In this architecture, we use HAProxy Enterprise to receive and filter external traffic first, passing only safe and legitimate traffic to NetScaler.

In addition, I always add the HAProxy Fusion Control Plane because it greatly simplifies the setup and provides default observability, allowing us to review any possible attack attempts.

set up haproxy enterprise in front of citrix netscaler

Protect your infrastructure by default with HAProxy Enterprise

HAProxy Enterprise’s lower limit for HTTP headers means the NetScaler is now protected from attacks hoping to exploit the CitrixBleed vulnerability. HAProxy will reject long HTTP headers with a 400 status code.

However, since we want to log and block the attacks, instead of rejecting them outright, we will create some additional configuration on HAProxy Enterprise.

Configure HAProxy Enterprise to accept larger headers

For maximum compatibility with NetScaler’s acceptance of larger HTTP headers, we will configure HAProxy Enterprise also to accept larger headers, overriding the default.

Global section

Increase the total bufsize size to allow larger headers. This is technically not needed at all since HAProxy would just reject the long headers by default (with a 400 status code), but we want to be able to log the attacks as well, instead of rejecting them outright. 

tune.bufsize 64000

Increasing bufsize increases the memory used by each request, so ensure you set this value to an appropriate amount.

Configure HAProxy Enterprise to reject and log any HTTP Host header over 24k characters

While HAProxy protects against this attack by default, for logging purposes, we will create a specific deny rule that applies an easily identifiable status code when rejecting these requests.

Load Balancing configuration

frontend webserver
mode http
bind *:443 ssl crt /var/lib/dataplaneapi/storage/ssl/certificate.pem
http-request deny deny_status 413 if { hdr_len(Host) gt 24000 }
default_backend webserver_backend
backend webserver_backend
server srv1 <netscaler IP address>

Notice this line:

http-request deny deny_status 413 if { hdr_len(Host) gt 24000 }

This line does two things: 

  1. Detects any request where the Host header is over 24,000 characters long (this is close to the 24,812 buffer limit that NetScaler suffers from and large enough to consider a request as malicious) 

  2. Reject those requests with a status code “413 - Payload too large”. 

In this case, we are protecting the Host header only, but HAProxy’s defaults protect the backend with other headers as well.

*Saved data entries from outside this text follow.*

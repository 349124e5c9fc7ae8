import { Fragment, useDeferredValue, useMemo, useState, type ReactNode } from "react";
import { Link } from "react-router-dom";
import { computeGapStudy, type GapStudyOption, type GapStudyOptionResult } from "@shared/engine/gap-study";
import type { Advisory } from "@shared/engine/advisory";
import { Alert } from "@/components/ui/alert";
import { Button } from "@/components/ui/button";
import { EmptyState } from "@/components/ui/empty-state";
import { ErrorBoundary } from "@/components/ui/error-boundary";
import { Spinner } from "@/components/ui/spinner";
import { toast } from "@/components/ui/toast";
import { paths } from "@/config/paths";
import { useMe } from "@/lib/auth";
import { cn } from "@/lib/cn";
import { roofDraftStore } from "../api/roof-draft";
import { useAddQuoteOption, useEngineRules, useJobSite, usePriceItems, usePriceMapping } from "../stack/api";
import { AdvisoryNote, SeverityMark } from "../stack/advisory-note";
import { GapChart } from "../stack/gap-chart";
import { applySpacerOption, completeStack, inchText, planeLabel, planesUsing, SPACER_OPTION_LABELS, spacerOptionOf, stackLabel } from "../stack/model";
import { money, spacerCost, type SpacerCost } from "../stack/spacer-cost";
import { useJobRoof } from "../stack/use-job-roof";
import { SaveBar } from "./save-bar";

const UPLIFT_TEXT = { tested: "As tested", "not-tested-needs-review": "Not the tested assembly: needs review", "not-required": "No rating asked" } as const;

/** The job workspace's Gap study section: the five spacer options side by side for the chosen planes. */
export function GapStudySection({ jobId }: { jobId: number }) {
  const { roof, draft } = useJobRoof(jobId);
  const me = useMe();
  const office = me.data?.role === "owner" || me.data?.role === "estimator";
  const site = useJobSite(jobId);
  const rules = useEngineRules(office);
  const items = usePriceItems(office);
  const mapping = usePriceMapping(office);
  const addOption = useAddQuoteOption(jobId);
  const [chosen, setChosen] = useState<string[] | null>(null);

  const doc = useDeferredValue(draft?.doc);
  const defaultPlanes = useMemo(() => (doc ? planesUsing(doc, doc.defaultStackId).map((p) => p.id) : []), [doc]);
  const planeIds = useMemo(() => {
    const known = new Set(doc?.planes.map((p) => p.id) ?? []);
    const ids = (chosen ?? (defaultPlanes.length ? defaultPlanes : doc?.planes.map((p) => p.id) ?? [])).filter((id) => known.has(id));
    return ids;
  }, [chosen, defaultPlanes, doc]);

  const study = useMemo(() => {
    if (!doc || !doc.planes.length || !doc.stacks.length || !planeIds.length) return null;
    return computeGapStudy({
      site: site.data ?? {},
      planes: doc.planes,
      stacks: doc.stacks,
      defaultStackId: doc.defaultStackId,
      ...(rules.data ? { rules: rules.data } : {}),
      planeIds,
    });
  }, [doc, site.data, rules.data, planeIds]);

  if (roof.isError) return <Alert tone="error" title="The roof could not be loaded" />;
  if (!draft || !doc) return <Spinner label="Loading the roof" className="size-5 text-steel-500" />;
  if (!doc.planes.length) {
    return (
      <EmptyState
        title="No roof planes yet"
        description="Draw the roof first; the study compares the spacer options on the planes you pick."
        action={
          <Link className="text-sm font-medium text-accent-700 underline" to={paths.jobSection(jobId, "roof-sketch")}>
            Open Roof sketch
          </Link>
        }
      />
    );
  }

  const chosenSet = new Set(planeIds);
  const usedStacks = [...new Set(doc.planes.filter((p) => chosenSet.has(p.id)).map((p) => p.stackId ?? doc.defaultStackId))];
  const currentOptions = new Set(
    usedStacks.map((id) => doc.stacks.find((s) => s.id === id)).flatMap((s) => {
      const c = s ? completeStack(s) : null;
      return c ? [spacerOptionOf(c)] : [];
    }),
  );
  const current = currentOptions.size === 1 ? [...currentOptions][0]! : null;
  const priced = office && items.data && mapping.data;

  const options = study?.ok ? study.options : [];
  const costs = new Map<GapStudyOption, SpacerCost>(
    priced ? options.map((o) => [o.spacer, spacerCost(o.summary.spacerMaterials, o.result.totals.squares, mapping.data!, items.data!)]) : [],
  );

  const useOption = (opt: GapStudyOption) => {
    roofDraftStore.update(jobId, (d) => ({
      ...d,
      stacks: d.stacks.map((s) => (usedStacks.includes(s.id) ? applySpacerOption(s, opt) : s)),
    }));
    const names = usedStacks.map((id) => stackLabel(doc.stacks.find((s) => s.id === id) ?? { id })).join(", ");
    toast.success(`${SPACER_OPTION_LABELS[opt]} applied to ${names}. Save the roof to keep it.`);
  };

  const addAsQuoteOption = (opt: GapStudyOption) =>
    addOption.mutate(
      { label: SPACER_OPTION_LABELS[opt], spec: { spacer: opt } },
      {
        onSuccess: ({ quote, created }) =>
          toast.success(created ? `Quote ${quote.number} started with "${SPACER_OPTION_LABELS[opt]}" as an option.` : `"${SPACER_OPTION_LABELS[opt]}" added to quote ${quote.number}.`),
        onError: (e) => toast.error(`The option was not added: ${e instanceof Error ? e.message : "try again"}`),
      },
    );

  const toggle = (id: string) => setChosen((prev) => {
    const base = new Set(prev ?? planeIds);
    if (base.has(id)) base.delete(id);
    else base.add(id);
    return doc.planes.map((p) => p.id).filter((x) => base.has(x));
  });

  return (
    <div className="space-y-3">
      <SaveBar jobId={jobId} />
      <div className="grid grid-cols-[minmax(0,1fr)] gap-3 lg:grid-cols-[13rem_minmax(0,1fr)]">
        <fieldset className="min-w-0 rounded-lg border border-steel-200 bg-white p-3 shadow-panel lg:self-start">
          <legend className="sr-only">Planes to study</legend>
          <div className="mb-1 flex items-center justify-between">
            <h2 className="text-xs font-semibold uppercase tracking-wide text-steel-600" aria-hidden="true">
              Planes
            </h2>
            <div className="flex gap-1">
              <Button size="sm" variant="ghost" onClick={() => setChosen(doc.planes.map((p) => p.id))}>
                All
              </Button>
              <Button size="sm" variant="ghost" onClick={() => setChosen(null)}>
                Default
              </Button>
            </div>
          </div>
          <ul className="grid grid-cols-2 gap-x-2 sm:grid-cols-3 lg:grid-cols-1">
            {doc.planes.map((p) => {
              const stack = doc.stacks.find((s) => s.id === (p.stackId ?? doc.defaultStackId));
              return (
                <li key={p.id}>
                  <label className="flex items-start gap-2 rounded px-1 py-1 text-sm hover:bg-steel-50">
                    <input type="checkbox" className="mt-0.5 size-4 accent-accent-700" checked={chosenSet.has(p.id)} onChange={() => toggle(p.id)} />
                    <span className="min-w-0">
                      <span className="block truncate text-steel-900">{planeLabel(p)}</span>
                      <span className="block truncate text-xs text-steel-500">{p.pitch}:12 · {stack ? stackLabel(stack) : "?"}</span>
                    </span>
                  </label>
                </li>
              );
            })}
          </ul>
          <p className="mt-2 text-xs text-steel-500">
            The study gives every stack on the chosen planes ({usedStacks.map((id) => stackLabel(doc.stacks.find((s) => s.id === id) ?? { id })).join(", ") || "none"}) each spacer in turn.
          </p>
        </fieldset>

        <div className="min-w-0 space-y-3">
          {!planeIds.length ? (
            <Alert tone="info">Pick at least one plane.</Alert>
          ) : study && !study.ok ? (
            <Alert tone="error" title="The study cannot run">
              {study.reason}
            </Alert>
          ) : (
            <ErrorBoundary what="The gap study">
              <StudyTable
                options={options}
                current={current}
                costs={priced ? costs : null}
                costState={!office ? "hidden" : items.isError || mapping.isError ? "error" : !priced ? "loading" : "ok"}
                onUse={useOption}
                onAdd={addAsQuoteOption}
                adding={addOption.isPending ? (addOption.variables?.spec.spacer ?? null) : null}
              />
              <section className="rounded-lg border border-steel-200 bg-white p-3 shadow-panel" aria-label="Cost and R chart">
                <GapChart
                  showCost={office}
                  rows={options.map((o) => ({
                    label: SPACER_OPTION_LABELS[o.spacer],
                    costPerSquareCents: costs.get(o.spacer)?.perSquareCents ?? null,
                    rSummer: o.summary.airSpaceRSummer,
                    rWinter: o.summary.airSpaceRWinter,
                    ventilated: o.result.stacks.some((s) => s.thermal.ventilated),
                    current: o.spacer === current,
                  }))}
                />
              </section>
            </ErrorBoundary>
          )}
          <p className="text-xs text-steel-500">
            Computed in this browser with the engine the server uses. Air-space R is the ASHRAE Handbook—Fundamentals (2021, ch. 26) enclosed air-space value; a
            gap open at the eave and the top is a ventilated channel, which has none. The panel maker's tested details, local codes and licensed professionals govern.
          </p>
        </div>
      </div>
    </div>
  );
}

You can choose your own status code, but 413 is useful because it’s unique enough to be very easy to spot in your logs – see how we do that below.

Identify attacks using HAProxy Fusion Control Plane

HAProxy Fusion provides a single pane of glass for centralized management, monitoring, and automation of HAProxy Enterprise. With HAProxy Fusion installed, you can easily monitor for any attacks detected by your HAProxy Enterprise deployment.

Let’s use the HAProxy Fusion UI and look into the Request Explorer for requests where the response code is 413 and the URI is the vulnerable OAuth URL.

Here, we can easily identify the matching requests and see the request details and logs.

haproxy fusion ui request explorer


In this blog post, you’ve learned how to use HAProxy to block possible CitrixBleed attacks and how to monitor for any attacks using HAProxy Fusion.